### Exercise directions
Below are some records; output exactly the lines from the line with "results do not" to the line with "tests read the", both ends kept, and nothing more.
##### Entries supplied
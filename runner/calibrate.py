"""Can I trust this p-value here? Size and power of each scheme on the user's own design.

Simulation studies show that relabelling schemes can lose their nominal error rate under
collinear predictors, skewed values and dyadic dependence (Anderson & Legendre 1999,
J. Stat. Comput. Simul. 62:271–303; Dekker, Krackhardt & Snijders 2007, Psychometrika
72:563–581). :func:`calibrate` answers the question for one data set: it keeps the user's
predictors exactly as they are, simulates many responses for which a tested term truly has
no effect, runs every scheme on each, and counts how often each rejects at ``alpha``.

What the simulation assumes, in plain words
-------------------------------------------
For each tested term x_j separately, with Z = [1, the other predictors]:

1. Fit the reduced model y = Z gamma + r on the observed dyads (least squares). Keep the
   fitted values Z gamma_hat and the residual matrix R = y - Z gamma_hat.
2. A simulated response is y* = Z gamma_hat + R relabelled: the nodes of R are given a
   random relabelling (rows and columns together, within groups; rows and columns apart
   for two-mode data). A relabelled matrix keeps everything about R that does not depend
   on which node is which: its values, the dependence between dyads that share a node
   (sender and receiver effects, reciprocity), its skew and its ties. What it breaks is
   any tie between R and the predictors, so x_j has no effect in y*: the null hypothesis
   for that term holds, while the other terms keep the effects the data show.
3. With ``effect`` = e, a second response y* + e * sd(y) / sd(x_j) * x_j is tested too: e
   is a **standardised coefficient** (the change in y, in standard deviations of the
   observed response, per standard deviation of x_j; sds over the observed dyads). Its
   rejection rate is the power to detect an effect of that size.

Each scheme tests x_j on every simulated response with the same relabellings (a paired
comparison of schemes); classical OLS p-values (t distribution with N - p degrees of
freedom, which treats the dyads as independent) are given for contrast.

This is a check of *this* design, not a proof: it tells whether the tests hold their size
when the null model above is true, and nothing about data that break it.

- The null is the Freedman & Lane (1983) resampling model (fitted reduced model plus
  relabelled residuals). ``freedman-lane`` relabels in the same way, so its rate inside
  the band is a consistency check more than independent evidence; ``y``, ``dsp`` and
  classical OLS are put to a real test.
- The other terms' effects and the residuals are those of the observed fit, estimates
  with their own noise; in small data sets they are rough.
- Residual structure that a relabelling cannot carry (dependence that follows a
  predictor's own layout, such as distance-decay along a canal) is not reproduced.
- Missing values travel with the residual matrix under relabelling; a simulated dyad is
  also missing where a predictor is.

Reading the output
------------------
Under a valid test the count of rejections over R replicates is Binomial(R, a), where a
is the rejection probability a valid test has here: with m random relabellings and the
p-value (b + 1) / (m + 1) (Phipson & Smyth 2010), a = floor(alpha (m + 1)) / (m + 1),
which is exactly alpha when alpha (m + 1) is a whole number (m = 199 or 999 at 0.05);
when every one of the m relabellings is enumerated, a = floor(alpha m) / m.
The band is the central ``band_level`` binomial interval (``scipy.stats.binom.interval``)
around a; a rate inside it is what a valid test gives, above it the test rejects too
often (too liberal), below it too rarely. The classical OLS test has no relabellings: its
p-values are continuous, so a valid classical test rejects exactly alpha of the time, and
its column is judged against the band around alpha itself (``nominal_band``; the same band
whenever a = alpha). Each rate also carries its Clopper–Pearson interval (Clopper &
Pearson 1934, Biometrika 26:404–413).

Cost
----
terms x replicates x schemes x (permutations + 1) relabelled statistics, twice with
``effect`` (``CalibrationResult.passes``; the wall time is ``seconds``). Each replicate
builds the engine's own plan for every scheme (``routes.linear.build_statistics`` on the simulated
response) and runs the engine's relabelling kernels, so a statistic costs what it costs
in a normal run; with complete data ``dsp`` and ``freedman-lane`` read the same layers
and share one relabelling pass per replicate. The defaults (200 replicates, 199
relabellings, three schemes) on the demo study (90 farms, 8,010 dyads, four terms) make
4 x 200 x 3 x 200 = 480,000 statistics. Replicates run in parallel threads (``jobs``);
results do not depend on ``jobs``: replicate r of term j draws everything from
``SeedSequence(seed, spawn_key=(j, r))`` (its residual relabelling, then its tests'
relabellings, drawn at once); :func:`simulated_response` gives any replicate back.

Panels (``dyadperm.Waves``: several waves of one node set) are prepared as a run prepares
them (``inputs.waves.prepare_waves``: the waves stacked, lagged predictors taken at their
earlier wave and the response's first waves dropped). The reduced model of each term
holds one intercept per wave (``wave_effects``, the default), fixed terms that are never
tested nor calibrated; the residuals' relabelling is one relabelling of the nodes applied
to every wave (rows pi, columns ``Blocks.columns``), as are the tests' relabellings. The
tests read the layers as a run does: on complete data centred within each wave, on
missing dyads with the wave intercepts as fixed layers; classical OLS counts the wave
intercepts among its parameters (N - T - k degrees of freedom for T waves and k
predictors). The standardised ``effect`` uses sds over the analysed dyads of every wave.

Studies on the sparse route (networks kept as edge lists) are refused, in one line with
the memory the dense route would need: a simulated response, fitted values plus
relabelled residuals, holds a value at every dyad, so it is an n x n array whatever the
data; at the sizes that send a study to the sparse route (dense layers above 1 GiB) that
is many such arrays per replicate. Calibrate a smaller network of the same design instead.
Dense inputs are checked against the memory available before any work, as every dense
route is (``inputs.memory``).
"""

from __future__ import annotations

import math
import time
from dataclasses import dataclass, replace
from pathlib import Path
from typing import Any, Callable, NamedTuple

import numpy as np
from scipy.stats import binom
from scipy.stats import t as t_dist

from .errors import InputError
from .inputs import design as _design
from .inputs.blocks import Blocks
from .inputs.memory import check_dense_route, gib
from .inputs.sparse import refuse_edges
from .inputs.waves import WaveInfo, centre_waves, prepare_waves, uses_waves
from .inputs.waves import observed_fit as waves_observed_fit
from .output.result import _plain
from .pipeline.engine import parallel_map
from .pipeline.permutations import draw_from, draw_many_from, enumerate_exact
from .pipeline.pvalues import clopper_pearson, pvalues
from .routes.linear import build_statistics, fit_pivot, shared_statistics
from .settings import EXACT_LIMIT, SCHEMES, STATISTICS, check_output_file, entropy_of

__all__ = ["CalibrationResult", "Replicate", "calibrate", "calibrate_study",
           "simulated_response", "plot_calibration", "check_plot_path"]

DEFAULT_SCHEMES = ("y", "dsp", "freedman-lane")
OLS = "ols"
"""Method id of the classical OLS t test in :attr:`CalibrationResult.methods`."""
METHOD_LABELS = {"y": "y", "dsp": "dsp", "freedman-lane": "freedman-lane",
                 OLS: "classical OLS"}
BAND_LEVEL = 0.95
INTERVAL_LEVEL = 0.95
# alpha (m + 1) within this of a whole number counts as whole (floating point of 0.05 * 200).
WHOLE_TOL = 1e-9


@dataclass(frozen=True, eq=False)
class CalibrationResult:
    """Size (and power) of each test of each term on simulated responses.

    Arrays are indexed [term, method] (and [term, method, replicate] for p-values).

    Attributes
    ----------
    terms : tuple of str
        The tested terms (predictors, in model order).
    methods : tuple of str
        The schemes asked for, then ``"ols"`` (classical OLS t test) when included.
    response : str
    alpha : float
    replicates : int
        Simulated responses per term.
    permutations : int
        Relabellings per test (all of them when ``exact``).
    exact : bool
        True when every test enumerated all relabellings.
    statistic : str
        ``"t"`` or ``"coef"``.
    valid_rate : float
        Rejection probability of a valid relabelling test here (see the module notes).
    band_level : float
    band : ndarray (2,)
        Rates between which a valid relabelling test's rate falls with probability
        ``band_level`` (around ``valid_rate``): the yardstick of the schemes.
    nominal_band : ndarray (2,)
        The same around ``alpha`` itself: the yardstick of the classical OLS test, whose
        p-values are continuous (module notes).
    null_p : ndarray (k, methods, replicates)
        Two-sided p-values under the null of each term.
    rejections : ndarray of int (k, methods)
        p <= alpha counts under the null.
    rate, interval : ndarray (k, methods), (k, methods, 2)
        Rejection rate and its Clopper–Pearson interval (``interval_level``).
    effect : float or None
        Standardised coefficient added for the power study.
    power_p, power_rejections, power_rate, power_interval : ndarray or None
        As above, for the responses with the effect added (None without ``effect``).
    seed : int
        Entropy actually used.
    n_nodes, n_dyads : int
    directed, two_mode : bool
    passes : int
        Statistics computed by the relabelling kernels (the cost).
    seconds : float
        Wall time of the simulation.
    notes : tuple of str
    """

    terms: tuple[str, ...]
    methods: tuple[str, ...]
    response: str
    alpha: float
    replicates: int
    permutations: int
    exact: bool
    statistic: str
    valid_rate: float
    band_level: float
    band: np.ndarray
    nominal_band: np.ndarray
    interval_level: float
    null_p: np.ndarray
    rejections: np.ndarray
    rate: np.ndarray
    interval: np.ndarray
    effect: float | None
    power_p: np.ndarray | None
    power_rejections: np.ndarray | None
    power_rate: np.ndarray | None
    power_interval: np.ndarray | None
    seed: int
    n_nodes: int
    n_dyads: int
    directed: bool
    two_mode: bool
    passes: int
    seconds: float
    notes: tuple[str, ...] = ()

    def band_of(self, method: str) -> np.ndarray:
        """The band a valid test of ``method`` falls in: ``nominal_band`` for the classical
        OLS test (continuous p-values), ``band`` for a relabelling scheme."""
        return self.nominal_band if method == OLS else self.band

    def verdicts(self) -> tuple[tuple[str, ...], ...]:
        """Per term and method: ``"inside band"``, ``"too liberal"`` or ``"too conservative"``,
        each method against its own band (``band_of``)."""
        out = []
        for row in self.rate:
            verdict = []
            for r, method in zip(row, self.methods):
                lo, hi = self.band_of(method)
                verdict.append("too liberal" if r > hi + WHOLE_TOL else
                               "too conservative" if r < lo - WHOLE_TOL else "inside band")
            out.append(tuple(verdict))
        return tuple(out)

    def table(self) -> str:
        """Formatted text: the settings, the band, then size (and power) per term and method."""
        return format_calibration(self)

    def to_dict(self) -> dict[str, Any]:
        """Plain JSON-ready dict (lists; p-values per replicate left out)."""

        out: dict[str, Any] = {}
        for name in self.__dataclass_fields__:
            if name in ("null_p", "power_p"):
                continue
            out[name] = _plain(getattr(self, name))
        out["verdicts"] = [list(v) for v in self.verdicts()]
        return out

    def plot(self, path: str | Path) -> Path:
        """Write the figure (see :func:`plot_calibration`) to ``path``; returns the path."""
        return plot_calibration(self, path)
##########
##### Entries supplied
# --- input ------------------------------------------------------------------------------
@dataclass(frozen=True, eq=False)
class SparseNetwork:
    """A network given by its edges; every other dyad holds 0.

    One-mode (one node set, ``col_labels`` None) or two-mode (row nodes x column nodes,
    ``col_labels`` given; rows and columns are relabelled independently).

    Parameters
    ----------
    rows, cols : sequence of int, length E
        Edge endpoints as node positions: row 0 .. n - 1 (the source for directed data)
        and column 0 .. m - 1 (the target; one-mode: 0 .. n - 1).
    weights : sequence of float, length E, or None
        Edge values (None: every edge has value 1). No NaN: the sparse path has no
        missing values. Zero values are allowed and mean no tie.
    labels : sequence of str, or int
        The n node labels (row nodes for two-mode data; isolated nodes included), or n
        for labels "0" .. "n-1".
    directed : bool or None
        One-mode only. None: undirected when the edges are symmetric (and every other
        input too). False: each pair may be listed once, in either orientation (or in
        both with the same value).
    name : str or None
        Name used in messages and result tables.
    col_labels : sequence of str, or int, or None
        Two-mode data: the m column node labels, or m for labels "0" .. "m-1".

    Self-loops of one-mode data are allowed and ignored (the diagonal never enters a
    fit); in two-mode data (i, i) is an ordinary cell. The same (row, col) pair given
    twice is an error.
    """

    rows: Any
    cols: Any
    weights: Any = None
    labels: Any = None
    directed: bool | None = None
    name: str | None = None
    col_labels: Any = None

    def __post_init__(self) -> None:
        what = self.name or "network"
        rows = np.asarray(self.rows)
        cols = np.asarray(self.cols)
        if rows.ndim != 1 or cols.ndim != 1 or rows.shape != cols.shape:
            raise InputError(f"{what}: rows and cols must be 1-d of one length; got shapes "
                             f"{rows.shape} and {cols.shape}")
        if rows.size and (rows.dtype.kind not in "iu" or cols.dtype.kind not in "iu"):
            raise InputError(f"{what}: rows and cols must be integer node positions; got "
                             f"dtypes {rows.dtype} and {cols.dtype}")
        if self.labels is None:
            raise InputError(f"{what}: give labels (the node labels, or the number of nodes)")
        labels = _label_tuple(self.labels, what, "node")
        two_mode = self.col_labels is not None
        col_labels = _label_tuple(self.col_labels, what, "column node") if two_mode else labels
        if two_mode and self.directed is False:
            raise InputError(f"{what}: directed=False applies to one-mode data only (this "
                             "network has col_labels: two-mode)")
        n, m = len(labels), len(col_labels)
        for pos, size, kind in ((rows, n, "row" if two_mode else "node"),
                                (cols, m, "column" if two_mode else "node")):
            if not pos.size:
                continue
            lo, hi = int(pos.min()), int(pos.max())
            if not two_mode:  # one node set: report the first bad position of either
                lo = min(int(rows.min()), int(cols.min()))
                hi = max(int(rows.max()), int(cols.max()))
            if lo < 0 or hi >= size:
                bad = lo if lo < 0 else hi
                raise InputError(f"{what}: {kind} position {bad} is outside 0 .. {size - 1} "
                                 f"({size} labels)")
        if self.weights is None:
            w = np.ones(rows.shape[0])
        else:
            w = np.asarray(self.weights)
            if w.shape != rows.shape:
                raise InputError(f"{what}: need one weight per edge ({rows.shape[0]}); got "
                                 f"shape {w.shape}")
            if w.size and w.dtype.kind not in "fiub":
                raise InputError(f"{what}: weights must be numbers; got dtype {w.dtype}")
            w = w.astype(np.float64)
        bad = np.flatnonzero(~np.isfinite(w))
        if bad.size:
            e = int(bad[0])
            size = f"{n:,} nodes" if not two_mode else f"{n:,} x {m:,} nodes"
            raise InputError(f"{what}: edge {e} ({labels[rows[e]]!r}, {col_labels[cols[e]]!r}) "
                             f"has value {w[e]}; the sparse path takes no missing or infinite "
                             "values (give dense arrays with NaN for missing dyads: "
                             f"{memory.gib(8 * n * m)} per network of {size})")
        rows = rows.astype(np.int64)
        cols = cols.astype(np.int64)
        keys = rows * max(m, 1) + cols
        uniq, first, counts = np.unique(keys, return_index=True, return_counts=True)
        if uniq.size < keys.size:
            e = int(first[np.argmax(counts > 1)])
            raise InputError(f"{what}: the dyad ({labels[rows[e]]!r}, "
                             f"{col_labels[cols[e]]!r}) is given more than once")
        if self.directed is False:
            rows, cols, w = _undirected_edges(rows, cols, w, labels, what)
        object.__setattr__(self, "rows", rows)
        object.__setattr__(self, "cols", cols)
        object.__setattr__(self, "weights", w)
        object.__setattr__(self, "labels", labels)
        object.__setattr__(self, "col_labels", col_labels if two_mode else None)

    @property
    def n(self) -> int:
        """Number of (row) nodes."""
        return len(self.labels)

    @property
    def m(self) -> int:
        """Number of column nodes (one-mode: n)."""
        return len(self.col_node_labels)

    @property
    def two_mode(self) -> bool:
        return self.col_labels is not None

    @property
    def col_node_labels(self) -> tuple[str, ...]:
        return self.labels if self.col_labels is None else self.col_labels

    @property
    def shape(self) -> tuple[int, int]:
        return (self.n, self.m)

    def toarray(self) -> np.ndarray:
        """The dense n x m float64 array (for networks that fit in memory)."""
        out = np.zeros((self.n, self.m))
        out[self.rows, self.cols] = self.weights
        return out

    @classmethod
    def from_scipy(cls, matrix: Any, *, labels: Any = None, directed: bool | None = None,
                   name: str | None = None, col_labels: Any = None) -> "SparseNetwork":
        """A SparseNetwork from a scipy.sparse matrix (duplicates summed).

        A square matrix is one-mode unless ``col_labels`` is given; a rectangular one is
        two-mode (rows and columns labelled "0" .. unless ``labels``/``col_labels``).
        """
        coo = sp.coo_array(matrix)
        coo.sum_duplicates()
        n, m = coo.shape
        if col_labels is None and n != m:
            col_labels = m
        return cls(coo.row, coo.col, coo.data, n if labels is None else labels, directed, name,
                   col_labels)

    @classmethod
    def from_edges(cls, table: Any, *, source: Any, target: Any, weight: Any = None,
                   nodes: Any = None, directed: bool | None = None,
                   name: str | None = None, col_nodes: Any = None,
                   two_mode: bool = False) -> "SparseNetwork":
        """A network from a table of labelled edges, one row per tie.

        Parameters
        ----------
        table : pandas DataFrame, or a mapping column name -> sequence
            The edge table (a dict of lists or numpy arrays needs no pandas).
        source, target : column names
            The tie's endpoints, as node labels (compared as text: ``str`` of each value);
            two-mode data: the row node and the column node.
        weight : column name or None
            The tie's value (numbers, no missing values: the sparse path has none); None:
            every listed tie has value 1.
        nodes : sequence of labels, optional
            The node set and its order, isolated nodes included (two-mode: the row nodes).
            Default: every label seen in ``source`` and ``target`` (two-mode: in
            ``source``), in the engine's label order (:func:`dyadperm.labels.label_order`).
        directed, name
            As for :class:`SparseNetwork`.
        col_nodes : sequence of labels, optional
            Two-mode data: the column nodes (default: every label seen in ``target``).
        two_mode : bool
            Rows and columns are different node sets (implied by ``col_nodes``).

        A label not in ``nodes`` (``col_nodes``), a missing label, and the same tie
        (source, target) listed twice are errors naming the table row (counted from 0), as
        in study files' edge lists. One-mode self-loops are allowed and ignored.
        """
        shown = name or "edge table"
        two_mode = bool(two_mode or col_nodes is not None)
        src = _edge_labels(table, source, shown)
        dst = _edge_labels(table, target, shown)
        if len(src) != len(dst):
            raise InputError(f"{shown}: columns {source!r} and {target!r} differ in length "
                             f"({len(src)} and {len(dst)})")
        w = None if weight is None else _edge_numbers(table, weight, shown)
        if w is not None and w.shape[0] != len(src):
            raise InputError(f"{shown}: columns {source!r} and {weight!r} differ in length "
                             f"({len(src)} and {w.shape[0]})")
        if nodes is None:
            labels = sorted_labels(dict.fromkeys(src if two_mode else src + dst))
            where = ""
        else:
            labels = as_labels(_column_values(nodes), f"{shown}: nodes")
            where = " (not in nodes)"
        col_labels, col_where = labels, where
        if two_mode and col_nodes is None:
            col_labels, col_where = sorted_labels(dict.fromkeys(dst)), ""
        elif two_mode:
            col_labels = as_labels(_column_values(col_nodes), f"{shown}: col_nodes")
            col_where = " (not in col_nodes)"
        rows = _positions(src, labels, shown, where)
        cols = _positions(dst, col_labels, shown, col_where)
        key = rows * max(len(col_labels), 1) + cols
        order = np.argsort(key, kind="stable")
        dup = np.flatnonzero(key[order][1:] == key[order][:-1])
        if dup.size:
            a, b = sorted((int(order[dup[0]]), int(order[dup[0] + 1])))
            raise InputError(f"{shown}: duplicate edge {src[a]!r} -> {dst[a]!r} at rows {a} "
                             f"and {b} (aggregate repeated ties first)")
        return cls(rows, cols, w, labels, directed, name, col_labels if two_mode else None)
##########
### Exercise output
results do not depend on ``jobs``: replicate r of term j draws everything from
``SeedSequence(seed, spawn_key=(j, r))`` (its residual relabelling, then its tests'
relabellings, drawn at once); :func:`simulated_response` gives any replicate back.

Panels (``dyadperm.Waves``: several waves of one node set) are prepared as a run prepares
them (``inputs.waves.prepare_waves``: the waves stacked, lagged predictors taken at their
earlier wave and the response's first waves dropped). The reduced model of each term
holds one intercept per wave (``wave_effects``, the default), fixed terms that are never
tested nor calibrated; the residuals' relabelling is one relabelling of the nodes applied
to every wave (rows pi, columns ``Blocks.columns``), as are the tests' relabellings. The
tests read the layers as a run does: on complete data centred within each wave, on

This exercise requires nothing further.